**Problem description**
Scan the records beneath this line for the line holding "counts := countAside(asides)" and the line holding "used := make([]bool, len(c.Level))", then transcribe exactly those two and all lines between.

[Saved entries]

[Start of Attachment]

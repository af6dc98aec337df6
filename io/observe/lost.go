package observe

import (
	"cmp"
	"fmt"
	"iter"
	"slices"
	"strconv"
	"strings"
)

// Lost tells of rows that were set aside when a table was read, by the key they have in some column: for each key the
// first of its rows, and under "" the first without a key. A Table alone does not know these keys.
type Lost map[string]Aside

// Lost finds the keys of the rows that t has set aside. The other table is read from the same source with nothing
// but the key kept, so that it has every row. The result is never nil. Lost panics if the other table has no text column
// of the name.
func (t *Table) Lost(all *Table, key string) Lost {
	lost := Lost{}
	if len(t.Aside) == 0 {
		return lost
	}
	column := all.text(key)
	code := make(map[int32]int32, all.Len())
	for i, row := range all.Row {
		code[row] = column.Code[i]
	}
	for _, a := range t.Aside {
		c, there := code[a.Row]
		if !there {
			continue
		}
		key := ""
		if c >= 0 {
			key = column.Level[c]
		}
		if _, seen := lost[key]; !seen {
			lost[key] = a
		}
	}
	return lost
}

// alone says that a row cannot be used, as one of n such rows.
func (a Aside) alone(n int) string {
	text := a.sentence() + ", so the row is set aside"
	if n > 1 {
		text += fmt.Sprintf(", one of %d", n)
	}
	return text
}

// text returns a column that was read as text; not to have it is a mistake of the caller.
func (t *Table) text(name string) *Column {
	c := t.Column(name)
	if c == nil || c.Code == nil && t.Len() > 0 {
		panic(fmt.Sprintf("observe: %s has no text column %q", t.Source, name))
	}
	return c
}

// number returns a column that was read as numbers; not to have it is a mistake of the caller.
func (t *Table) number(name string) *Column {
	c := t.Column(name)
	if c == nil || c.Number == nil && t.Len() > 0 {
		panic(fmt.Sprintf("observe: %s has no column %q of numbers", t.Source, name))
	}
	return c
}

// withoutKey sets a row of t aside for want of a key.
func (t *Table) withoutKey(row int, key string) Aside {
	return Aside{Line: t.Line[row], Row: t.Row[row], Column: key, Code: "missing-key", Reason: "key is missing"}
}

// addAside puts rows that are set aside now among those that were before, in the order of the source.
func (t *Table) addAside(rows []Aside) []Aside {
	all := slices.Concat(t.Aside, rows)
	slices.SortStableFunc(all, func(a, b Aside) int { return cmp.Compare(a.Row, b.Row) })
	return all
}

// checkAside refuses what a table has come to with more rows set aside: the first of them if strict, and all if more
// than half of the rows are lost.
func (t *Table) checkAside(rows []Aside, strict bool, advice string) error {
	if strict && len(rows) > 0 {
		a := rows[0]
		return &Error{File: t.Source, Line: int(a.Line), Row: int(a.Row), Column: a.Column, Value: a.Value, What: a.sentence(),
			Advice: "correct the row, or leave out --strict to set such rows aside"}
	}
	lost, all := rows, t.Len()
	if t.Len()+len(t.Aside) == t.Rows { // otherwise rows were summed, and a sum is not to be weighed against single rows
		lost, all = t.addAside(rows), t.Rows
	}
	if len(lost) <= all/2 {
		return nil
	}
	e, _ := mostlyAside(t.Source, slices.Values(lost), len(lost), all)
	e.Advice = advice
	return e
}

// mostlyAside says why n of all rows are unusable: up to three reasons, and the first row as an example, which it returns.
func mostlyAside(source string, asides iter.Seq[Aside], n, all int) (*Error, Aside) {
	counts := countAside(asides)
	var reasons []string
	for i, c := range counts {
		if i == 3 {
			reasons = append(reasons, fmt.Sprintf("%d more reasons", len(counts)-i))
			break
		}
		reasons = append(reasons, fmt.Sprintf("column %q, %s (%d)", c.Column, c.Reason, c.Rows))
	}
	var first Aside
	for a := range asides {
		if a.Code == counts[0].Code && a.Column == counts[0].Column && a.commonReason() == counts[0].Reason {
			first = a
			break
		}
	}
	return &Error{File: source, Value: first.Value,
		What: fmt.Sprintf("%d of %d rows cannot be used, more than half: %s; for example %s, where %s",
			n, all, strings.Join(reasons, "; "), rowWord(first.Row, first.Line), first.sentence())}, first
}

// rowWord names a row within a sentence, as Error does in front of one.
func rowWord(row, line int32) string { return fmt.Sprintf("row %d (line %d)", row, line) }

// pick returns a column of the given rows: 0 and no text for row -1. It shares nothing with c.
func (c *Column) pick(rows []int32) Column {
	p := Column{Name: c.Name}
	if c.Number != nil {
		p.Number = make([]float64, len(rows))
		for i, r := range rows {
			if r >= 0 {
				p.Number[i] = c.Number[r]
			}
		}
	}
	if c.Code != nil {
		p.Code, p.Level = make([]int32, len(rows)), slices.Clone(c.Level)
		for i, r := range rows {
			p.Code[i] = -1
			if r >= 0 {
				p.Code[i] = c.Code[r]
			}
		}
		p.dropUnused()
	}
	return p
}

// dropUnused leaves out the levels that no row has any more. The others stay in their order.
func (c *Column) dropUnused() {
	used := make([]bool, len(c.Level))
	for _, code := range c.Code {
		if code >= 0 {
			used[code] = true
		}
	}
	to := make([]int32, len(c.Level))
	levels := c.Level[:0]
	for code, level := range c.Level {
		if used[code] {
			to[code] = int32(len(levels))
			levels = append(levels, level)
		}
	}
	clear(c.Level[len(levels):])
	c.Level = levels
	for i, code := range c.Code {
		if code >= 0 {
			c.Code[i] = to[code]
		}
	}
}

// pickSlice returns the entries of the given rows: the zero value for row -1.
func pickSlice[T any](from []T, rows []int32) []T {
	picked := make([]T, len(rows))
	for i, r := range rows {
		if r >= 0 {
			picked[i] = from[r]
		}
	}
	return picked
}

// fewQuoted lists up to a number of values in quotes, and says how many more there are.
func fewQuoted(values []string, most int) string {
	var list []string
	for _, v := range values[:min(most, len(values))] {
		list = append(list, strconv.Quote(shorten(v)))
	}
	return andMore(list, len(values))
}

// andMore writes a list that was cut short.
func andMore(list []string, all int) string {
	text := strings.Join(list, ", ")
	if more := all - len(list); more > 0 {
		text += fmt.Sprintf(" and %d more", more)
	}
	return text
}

[End of Attachment]
[Start of Attachment]

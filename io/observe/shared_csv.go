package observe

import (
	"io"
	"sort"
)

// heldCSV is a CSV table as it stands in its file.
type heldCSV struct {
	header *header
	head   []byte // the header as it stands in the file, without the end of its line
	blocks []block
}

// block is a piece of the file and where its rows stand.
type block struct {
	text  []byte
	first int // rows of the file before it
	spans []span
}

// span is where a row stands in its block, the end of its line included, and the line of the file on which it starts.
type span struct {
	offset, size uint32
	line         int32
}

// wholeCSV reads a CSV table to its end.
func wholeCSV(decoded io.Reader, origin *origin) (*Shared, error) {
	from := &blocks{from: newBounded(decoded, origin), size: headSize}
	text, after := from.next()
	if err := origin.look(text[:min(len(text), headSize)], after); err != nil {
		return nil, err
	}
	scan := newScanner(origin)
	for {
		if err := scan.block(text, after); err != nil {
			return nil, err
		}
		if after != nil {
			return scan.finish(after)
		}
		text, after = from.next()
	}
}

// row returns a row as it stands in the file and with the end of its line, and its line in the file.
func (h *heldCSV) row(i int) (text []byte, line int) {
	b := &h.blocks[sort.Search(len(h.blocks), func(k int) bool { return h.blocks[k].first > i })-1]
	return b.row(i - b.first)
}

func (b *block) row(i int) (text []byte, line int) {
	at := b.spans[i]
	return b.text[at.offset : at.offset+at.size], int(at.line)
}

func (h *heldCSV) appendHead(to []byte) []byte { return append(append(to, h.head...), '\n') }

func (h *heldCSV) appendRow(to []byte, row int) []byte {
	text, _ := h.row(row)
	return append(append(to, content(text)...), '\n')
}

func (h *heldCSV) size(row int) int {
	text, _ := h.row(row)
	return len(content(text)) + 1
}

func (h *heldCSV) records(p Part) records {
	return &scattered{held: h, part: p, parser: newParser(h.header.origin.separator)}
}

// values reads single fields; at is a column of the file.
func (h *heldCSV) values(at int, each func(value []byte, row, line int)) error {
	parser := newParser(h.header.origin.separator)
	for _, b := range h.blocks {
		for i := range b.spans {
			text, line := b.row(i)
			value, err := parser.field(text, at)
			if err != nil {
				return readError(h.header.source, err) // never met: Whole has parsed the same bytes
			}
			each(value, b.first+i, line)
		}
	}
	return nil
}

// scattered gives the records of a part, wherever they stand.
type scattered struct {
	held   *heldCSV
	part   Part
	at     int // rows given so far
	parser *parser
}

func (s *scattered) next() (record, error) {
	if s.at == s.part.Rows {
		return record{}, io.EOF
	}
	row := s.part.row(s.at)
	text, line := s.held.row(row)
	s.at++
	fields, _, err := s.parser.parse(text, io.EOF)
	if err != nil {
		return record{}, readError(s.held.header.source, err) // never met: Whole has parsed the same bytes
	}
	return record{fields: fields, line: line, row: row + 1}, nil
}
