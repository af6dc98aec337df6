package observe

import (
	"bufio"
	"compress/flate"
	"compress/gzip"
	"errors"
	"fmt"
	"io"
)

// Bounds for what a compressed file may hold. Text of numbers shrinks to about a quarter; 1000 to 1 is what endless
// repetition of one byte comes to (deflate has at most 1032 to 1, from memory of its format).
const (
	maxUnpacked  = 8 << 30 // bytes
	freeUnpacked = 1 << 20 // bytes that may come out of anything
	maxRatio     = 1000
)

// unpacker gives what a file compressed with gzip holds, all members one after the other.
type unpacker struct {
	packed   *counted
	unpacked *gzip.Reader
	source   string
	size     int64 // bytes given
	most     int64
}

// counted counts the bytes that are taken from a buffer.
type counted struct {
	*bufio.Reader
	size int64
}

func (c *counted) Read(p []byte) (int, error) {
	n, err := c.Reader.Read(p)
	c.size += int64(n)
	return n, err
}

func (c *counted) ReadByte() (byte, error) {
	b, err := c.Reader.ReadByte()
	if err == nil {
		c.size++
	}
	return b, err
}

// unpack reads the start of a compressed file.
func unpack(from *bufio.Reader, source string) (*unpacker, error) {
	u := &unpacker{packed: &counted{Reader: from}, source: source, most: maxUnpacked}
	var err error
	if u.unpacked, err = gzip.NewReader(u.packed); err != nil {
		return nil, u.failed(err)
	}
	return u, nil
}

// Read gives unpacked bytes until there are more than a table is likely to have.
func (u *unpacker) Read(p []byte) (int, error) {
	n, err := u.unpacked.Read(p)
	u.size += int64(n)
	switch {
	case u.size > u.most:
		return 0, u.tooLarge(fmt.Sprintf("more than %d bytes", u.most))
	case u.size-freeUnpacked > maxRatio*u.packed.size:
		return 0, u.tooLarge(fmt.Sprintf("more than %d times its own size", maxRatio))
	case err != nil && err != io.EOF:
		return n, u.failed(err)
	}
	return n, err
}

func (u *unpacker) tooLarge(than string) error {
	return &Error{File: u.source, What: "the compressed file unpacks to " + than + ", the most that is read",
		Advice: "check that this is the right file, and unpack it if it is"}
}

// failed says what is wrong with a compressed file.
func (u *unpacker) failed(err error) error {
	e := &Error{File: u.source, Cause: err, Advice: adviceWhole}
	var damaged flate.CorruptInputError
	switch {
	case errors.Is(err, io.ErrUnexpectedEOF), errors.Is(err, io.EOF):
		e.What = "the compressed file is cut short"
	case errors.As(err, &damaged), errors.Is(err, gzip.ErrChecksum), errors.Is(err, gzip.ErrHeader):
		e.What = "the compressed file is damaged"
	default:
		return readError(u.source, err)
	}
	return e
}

[End of Attachment]
[Start of Attachment]

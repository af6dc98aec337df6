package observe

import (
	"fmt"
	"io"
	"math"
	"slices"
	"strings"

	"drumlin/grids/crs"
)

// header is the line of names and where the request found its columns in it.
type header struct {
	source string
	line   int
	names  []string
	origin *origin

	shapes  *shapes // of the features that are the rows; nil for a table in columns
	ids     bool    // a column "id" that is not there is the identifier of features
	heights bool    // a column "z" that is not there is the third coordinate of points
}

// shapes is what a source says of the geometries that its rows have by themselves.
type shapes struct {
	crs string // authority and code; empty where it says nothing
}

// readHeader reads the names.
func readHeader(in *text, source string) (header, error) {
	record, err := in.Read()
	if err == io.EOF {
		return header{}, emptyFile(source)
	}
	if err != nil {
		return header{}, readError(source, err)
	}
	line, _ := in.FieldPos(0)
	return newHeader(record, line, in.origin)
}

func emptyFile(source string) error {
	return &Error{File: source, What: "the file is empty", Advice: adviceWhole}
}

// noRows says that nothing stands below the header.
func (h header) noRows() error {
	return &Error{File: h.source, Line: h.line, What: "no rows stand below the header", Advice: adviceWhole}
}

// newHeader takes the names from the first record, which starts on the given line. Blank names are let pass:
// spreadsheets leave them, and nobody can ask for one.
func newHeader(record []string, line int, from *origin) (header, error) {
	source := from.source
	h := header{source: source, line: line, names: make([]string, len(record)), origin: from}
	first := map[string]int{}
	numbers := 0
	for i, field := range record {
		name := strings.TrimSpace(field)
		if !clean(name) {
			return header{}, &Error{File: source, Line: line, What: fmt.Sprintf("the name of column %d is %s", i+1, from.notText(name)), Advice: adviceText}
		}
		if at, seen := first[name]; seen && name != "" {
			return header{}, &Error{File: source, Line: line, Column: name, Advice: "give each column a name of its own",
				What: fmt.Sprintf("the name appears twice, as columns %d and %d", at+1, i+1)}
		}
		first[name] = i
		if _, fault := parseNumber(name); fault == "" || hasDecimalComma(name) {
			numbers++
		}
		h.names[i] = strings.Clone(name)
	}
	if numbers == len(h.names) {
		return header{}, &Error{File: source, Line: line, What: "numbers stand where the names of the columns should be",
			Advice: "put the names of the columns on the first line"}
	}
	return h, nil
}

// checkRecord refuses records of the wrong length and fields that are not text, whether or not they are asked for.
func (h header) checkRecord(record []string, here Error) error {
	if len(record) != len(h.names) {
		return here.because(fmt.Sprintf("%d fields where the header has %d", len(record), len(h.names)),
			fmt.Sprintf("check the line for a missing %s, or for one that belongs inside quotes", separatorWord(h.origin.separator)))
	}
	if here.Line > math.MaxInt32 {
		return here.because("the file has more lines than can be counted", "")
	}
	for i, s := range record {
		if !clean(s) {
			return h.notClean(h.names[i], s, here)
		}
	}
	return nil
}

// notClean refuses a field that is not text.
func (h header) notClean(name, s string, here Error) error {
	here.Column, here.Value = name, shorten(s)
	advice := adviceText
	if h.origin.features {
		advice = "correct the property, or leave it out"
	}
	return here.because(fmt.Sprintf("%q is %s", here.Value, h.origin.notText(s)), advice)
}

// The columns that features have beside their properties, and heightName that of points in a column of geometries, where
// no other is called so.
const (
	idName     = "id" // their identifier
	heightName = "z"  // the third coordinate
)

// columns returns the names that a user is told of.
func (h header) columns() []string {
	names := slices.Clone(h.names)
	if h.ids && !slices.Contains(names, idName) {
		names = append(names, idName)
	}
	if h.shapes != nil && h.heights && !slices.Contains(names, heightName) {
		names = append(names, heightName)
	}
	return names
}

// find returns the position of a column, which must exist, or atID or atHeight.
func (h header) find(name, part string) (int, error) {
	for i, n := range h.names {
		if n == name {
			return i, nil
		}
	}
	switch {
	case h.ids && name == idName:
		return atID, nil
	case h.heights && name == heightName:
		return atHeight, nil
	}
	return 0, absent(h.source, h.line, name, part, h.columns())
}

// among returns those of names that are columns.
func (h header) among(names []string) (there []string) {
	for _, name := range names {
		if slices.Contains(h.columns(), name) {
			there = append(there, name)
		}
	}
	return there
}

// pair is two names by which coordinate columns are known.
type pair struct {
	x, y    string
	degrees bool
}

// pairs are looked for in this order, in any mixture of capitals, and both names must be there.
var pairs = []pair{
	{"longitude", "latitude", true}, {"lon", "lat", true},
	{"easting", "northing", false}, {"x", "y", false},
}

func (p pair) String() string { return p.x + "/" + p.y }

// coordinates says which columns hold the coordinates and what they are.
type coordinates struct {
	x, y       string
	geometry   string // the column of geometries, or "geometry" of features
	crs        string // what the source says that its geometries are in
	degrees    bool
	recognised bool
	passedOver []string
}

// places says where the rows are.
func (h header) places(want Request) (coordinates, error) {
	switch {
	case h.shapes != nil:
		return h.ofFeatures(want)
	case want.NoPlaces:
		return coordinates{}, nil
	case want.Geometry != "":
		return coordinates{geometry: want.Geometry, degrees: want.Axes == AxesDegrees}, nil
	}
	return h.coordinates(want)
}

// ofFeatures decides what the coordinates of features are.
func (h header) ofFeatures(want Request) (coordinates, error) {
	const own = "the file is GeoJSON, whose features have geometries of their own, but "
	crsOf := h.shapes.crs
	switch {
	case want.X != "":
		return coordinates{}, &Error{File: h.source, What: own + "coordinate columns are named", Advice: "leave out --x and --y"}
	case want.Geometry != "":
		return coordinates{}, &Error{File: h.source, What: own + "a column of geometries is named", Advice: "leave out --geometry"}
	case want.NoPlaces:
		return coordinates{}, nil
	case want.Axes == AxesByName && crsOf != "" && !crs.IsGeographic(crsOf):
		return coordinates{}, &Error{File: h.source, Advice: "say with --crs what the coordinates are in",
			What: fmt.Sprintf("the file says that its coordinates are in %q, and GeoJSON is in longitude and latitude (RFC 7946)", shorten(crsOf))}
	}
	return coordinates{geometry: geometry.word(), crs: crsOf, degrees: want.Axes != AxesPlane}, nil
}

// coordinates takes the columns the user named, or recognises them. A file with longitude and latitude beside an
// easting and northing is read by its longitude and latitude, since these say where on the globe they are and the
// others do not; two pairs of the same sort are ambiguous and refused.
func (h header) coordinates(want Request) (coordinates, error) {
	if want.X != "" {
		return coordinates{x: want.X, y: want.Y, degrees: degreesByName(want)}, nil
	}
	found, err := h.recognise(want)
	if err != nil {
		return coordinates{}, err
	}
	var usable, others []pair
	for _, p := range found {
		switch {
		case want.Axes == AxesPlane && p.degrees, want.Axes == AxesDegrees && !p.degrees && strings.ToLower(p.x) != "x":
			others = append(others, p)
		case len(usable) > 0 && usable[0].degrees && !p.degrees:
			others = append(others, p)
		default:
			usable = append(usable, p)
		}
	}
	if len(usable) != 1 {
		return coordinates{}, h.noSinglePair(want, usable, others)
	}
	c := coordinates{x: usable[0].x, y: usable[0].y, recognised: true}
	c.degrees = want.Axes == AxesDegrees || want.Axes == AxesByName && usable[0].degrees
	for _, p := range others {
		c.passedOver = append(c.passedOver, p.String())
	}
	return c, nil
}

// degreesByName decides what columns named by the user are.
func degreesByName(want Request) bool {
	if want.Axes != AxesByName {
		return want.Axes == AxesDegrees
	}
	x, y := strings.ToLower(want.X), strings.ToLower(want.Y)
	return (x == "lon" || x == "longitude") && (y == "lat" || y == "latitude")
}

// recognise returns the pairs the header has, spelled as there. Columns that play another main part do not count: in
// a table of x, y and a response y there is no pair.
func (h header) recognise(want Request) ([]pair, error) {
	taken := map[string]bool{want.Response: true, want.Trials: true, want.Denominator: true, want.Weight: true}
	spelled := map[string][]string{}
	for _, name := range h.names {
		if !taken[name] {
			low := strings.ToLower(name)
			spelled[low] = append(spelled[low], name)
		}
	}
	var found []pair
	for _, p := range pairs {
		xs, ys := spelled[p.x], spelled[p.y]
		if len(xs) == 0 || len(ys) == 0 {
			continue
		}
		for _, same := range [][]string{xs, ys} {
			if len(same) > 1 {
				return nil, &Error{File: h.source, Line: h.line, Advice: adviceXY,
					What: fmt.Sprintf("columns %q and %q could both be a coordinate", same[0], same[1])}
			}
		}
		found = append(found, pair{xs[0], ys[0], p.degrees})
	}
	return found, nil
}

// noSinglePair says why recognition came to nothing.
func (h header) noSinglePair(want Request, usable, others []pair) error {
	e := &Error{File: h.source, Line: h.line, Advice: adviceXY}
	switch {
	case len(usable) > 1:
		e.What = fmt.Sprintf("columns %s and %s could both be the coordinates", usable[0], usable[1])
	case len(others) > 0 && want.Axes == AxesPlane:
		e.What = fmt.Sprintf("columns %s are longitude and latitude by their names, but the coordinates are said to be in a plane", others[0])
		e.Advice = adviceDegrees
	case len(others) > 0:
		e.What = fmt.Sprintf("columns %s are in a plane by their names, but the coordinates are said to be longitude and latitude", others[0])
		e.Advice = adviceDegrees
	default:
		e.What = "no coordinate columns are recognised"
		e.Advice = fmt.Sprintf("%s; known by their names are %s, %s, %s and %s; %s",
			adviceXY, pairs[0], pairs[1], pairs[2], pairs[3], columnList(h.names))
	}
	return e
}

[End of Attachment]

**Answer box**
	counts := countAside(asides)
	var reasons []string
	for i, c := range counts {
		if i == 3 {
			reasons = append(reasons, fmt.Sprintf("%d more reasons", len(counts)-i))
			break
		}
		reasons = append(reasons, fmt.Sprintf("column %q, %s (%d)", c.Column, c.Reason, c.Rows))
	}
	var first Aside
	for a := range asides {
		if a.Code == counts[0].Code && a.Column == counts[0].Column && a.commonReason() == counts[0].Reason {
			first = a
			break
		}
	}
	return &Error{File: source, Value: first.Value,
		What: fmt.Sprintf("%d of %d rows cannot be used, more than half: %s; for example %s, where %s",
			n, all, strings.Join(reasons, "; "), rowWord(first.Row, first.Line), first.sentence())}, first
}

// rowWord names a row within a sentence, as Error does in front of one.
func rowWord(row, line int32) string { return fmt.Sprintf("row %d (line %d)", row, line) }

// pick returns a column of the given rows: 0 and no text for row -1. It shares nothing with c.
func (c *Column) pick(rows []int32) Column {
	p := Column{Name: c.Name}
	if c.Number != nil {
		p.Number = make([]float64, len(rows))
		for i, r := range rows {
			if r >= 0 {
				p.Number[i] = c.Number[r]
			}
		}
	}
	if c.Code != nil {
		p.Code, p.Level = make([]int32, len(rows)), slices.Clone(c.Level)
		for i, r := range rows {
			p.Code[i] = -1
			if r >= 0 {
				p.Code[i] = c.Code[r]
			}
		}
		p.dropUnused()
	}
	return p
}

// dropUnused leaves out the levels that no row has any more. The others stay in their order.
func (c *Column) dropUnused() {
	used := make([]bool, len(c.Level))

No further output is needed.